*** Opening DATASET RECORDS ***

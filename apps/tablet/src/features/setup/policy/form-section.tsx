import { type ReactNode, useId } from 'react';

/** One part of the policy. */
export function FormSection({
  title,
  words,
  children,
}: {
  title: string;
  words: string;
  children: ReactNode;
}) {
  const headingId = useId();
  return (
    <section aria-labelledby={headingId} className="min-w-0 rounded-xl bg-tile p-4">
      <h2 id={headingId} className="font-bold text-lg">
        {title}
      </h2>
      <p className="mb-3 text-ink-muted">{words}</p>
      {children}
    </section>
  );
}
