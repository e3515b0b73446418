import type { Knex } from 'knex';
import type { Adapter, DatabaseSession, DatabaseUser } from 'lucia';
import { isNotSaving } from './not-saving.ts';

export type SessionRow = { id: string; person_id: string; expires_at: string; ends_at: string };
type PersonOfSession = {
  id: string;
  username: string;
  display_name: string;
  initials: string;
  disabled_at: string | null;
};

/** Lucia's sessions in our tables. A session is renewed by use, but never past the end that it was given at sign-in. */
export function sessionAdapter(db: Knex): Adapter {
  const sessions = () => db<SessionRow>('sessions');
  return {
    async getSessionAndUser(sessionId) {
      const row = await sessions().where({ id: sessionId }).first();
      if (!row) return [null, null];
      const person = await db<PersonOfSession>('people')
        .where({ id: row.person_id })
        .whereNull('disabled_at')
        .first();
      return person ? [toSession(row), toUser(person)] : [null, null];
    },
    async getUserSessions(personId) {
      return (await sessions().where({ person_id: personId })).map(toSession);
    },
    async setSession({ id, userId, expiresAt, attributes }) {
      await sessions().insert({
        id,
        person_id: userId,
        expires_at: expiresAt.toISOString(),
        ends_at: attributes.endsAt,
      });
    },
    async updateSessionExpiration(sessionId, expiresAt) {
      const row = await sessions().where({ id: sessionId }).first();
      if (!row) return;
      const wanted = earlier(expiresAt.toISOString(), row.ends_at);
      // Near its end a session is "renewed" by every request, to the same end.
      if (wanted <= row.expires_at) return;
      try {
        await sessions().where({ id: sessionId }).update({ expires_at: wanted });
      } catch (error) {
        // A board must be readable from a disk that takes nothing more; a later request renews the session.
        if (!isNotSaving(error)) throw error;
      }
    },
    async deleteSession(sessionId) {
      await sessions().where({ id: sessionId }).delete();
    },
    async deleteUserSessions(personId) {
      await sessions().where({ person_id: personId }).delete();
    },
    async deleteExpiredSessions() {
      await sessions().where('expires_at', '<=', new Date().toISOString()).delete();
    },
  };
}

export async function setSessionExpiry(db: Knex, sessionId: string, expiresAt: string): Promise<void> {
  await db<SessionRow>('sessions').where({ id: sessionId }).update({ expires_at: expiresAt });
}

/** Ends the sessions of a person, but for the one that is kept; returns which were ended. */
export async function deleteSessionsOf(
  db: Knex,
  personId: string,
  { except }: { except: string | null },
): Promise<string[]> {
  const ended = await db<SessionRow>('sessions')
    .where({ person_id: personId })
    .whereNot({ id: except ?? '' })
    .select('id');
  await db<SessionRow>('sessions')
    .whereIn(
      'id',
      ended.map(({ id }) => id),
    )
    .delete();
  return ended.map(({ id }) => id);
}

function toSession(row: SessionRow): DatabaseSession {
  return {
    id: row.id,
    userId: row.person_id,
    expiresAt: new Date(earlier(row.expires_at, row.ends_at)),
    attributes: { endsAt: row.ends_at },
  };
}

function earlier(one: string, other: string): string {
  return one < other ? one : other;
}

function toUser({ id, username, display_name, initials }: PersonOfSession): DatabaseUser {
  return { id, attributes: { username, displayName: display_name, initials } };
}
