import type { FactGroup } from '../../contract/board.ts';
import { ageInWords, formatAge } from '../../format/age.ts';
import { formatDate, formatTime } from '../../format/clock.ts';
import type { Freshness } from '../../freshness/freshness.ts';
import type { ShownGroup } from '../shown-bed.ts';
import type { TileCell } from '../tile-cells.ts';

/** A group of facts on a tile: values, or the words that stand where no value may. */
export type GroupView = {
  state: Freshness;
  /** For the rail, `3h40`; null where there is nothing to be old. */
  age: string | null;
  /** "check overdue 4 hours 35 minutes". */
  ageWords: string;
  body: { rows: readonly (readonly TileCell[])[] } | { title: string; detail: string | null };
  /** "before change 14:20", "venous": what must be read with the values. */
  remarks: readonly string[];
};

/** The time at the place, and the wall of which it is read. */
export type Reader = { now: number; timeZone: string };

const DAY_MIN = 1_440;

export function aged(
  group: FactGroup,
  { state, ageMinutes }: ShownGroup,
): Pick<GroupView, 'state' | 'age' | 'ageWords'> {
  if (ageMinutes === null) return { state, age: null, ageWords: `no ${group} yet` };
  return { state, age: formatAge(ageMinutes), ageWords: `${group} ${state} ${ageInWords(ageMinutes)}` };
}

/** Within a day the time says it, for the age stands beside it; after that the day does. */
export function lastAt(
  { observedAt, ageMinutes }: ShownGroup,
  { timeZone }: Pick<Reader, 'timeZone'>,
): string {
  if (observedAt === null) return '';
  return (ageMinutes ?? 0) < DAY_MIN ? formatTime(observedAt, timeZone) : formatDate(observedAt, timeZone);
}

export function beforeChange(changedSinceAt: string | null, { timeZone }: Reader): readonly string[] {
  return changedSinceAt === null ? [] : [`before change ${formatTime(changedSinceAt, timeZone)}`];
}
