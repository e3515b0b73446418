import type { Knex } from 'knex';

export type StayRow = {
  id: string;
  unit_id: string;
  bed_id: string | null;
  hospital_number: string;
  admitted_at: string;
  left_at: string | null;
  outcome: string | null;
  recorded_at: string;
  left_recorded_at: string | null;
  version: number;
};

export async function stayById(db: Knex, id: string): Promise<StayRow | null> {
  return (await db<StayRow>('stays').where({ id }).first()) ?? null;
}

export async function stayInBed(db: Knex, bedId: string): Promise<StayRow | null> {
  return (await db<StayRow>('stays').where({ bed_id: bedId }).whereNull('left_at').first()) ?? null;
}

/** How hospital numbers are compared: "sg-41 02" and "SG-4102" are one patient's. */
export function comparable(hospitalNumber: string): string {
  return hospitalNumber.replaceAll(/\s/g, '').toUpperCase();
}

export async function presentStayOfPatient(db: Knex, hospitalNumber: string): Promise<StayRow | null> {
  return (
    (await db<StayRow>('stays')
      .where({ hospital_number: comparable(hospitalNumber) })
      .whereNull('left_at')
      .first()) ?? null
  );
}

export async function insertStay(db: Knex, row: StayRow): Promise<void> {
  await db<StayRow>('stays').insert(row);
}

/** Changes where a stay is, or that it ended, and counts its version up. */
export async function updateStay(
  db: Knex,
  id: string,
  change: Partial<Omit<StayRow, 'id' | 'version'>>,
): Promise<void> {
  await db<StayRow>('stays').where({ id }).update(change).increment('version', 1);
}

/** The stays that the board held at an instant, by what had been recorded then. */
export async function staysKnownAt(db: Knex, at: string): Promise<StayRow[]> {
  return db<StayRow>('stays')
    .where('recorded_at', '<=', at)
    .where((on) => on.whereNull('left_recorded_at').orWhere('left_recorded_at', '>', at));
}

*** Closing DATASET RECORDS ***

EXERCISE PROMPT: What is needed is a word-for-word restatement of all the data.

RESPONSE BOX:
filename apps/tablet/src/features/setup/policy/form-section.tsx
import { type ReactNode, useId } from 'react';

/** One part of the policy. */
export function FormSection({
  title,
  words,
  children,
}: {
  title: string;
  words: string;
  children: ReactNode;
}) {
  const headingId = useId();
  return (
    <section aria-labelledby={headingId} className="min-w-0 rounded-xl bg-tile p-4">
      <h2 id={headingId} className="font-bold text-lg">
        {title}
      </h2>
      <p className="mb-3 text-ink-muted">{words}</p>
      {children}
    </section>
  );
}
repository e3515b0b73446418
import type { Knex } from 'knex';
import type { Adapter, DatabaseSession, DatabaseUser } from 'lucia';
import { isNotSaving } from './not-saving.ts';

export type SessionRow = { id: string; person_id: string; expires_at: string; ends_at: string };
type PersonOfSession = {
  id: string;
  username: string;
  display_name: string;
  initials: string;
  disabled_at: string | null;
};

/** Lucia's sessions in our tables. A session is renewed by use, but never past the end that it was given at sign-in. */
export function sessionAdapter(db: Knex): Adapter {
  const sessions = () => db<SessionRow>('sessions');
  return {
    async getSessionAndUser(sessionId) {
      const row = await sessions().where({ id: sessionId }).first();
      if (!row) return [null, null];
      const person = await db<PersonOfSession>('people')
        .where({ id: row.person_id })
        .whereNull('disabled_at')
        .first();
      return person ? [toSession(row), toUser(person)] : [null, null];
    },
    async getUserSessions(personId) {
      return (await sessions().where({ person_id: personId })).map(toSession);
    },
    async setSession({ id, userId, expiresAt, attributes }) {
      await sessions().insert({
        id,
        person_id: userId,
        expires_at: expiresAt.toISOString(),
        ends_at: attributes.endsAt,
      });
    },
    async updateSessionExpiration(sessionId, expiresAt) {
      const row = await sessions().where({ id: sessionId }).first();
      if (!row) return;
      const wanted = earlier(expiresAt.toISOString(), row.ends_at);
      // Near its end a session is "renewed" by every request, to the same end.
      if (wanted <= row.expires_at) return;
      try {
        await sessions().where({ id: sessionId }).update({ expires_at: wanted });
      } catch (error) {
        // A board must be readable from a disk that takes nothing more; a later request renews the session.
        if (!isNotSaving(error)) throw error;
      }
    },
    async deleteSession(sessionId) {
      await sessions().where({ id: sessionId }).delete();
    },
    async deleteUserSessions(personId) {
      await sessions().where({ person_id: personId }).delete();
    },
    async deleteExpiredSessions() {
      await sessions().where('expires_at', '<=', new Date().toISOString()).delete();
    },
  };
}

export async function setSessionExpiry(db: Knex, sessionId: string, expiresAt: string): Promise<void> {
  await db<SessionRow>('sessions').where({ id: sessionId }).update({ expires_at: expiresAt });
}

/** Ends the sessions of a person, but for the one that is kept; returns which were ended. */
export async function deleteSessionsOf(
  db: Knex,
  personId: string,
  { except }: { except: string | null },
): Promise<string[]> {
  const ended = await db<SessionRow>('sessions')
    .where({ person_id: personId })
    .whereNot({ id: except ?? '' })
    .select('id');
  await db<SessionRow>('sessions')
    .whereIn(
      'id',
      ended.map(({ id }) => id),
    )
    .delete();
  return ended.map(({ id }) => id);
}

function toSession(row: SessionRow): DatabaseSession {
  return {
    id: row.id,
    userId: row.person_id,
    expiresAt: new Date(earlier(row.expires_at, row.ends_at)),
    attributes: { endsAt: row.ends_at },
  };
}

function earlier(one: string, other: string): string {
  return one < other ? one : other;
}

function toUser({ id, username, display_name, initials }: PersonOfSession): DatabaseUser {
  return { id, attributes: { username, displayName: display_name, initials } };
}
import type { FactGroup } from '../../contract/board.ts';
import { ageInWords, formatAge } from '../../format/age.ts';
import { formatDate, formatTime } from '../../format/clock.ts';
import type { Freshness } from '../../freshness/freshness.ts';
import type { ShownGroup } from '../shown-bed.ts';
import type { TileCell } from '../tile-cells.ts';

/** A group of facts on a tile: values, or the words that stand where no value may. */
export type GroupView = {
  state: Freshness;
  /** For the rail, `3h40`; null where there is nothing to be old. */
  age: string | null;
  /** "check overdue 4 hours 35 minutes". */
  ageWords: string;
  body: { rows: readonly (readonly TileCell[])[] } | { title: string; detail: string | null };
  /** "before change 14:20", "venous": what must be read with the values. */
  remarks: readonly string[];
};

/** The time at the place, and the wall of which it is read. */
export type Reader = { now: number; timeZone: string };

const DAY_MIN = 1_440;

export function aged(
  group: FactGroup,
  { state, ageMinutes }: ShownGroup,
): Pick<GroupView, 'state' | 'age' | 'ageWords'> {
  if (ageMinutes === null) return { state, age: null, ageWords: `no ${group} yet` };
  return { state, age: formatAge(ageMinutes), ageWords: `${group} ${state} ${ageInWords(ageMinutes)}` };
}

/** Within a day the time says it, for the age stands beside it; after that the day does. */
export function lastAt(
  { observedAt, ageMinutes }: ShownGroup,
  { timeZone }: Pick<Reader, 'timeZone'>,
): string {
  if (observedAt === null) return '';
  return (ageMinutes ?? 0) < DAY_MIN ? formatTime(observedAt, timeZone) : formatDate(observedAt, timeZone);
}

export function beforeChange(changedSinceAt: string | null, { timeZone }: Reader): readonly string[] {
  return changedSinceAt === null ? [] : [`before change ${formatTime(changedSinceAt, timeZone)}`];
}
repository e3515b0b73446418
import type { Knex } from 'knex';

export type StayRow = {
  id: string;
  unit_id: string;
  bed_id: string | null;
  hospital_number: string;
  admitted_at: string;
  left_at: string | null;
  outcome: string | null;
  recorded_at: string;
  left_recorded_at: string | null;
  version: number;
};

export async function stayById(db: Knex, id: string): Promise<StayRow | null> {
  return (await db<StayRow>('stays').where({ id }).first()) ?? null;
}

export async function stayInBed(db: Knex, bedId: string): Promise<StayRow | null> {
  return (await db<StayRow>('stays').where({ bed_id: bedId }).whereNull('left_at').first()) ?? null;
}

/** How hospital numbers are compared: "sg-41 02" and "SG-4102" are one patient's. */
export function comparable(hospitalNumber: string): string {
  return hospitalNumber.replaceAll(/\s/g, '').toUpperCase();
}

export async function presentStayOfPatient(db: Knex, hospitalNumber: string): Promise<StayRow | null> {
  return (
    (await db<StayRow>('stays')
      .where({ hospital_number: comparable(hospitalNumber) })
      .whereNull('left_at')
      .first()) ?? null
  );
}

export async function insertStay(db: Knex, row: StayRow): Promise<void> {
  await db<StayRow>('stays').insert(row);
}

/** Changes where a stay is, or that it ended, and counts its version up. */
export async function updateStay(
  db: Knex,
  id: string,
  change: Partial<Omit<StayRow, 'id' | 'version'>>,
): Promise<void> {
  await db<StayRow>('stays').where({ id }).update(change).increment('version', 1);
}

/** The stays that the board held at an instant, by what had been recorded then. */
export async function staysKnownAt(db: Knex, at: string): Promise<StayRow[]> {
  return db<StayRow>('stays')
    .where('recorded_at', '<=', at)
    .where((on) => on.whereNull('left_recorded_at').orWhere('left_recorded_at', '>', at));
}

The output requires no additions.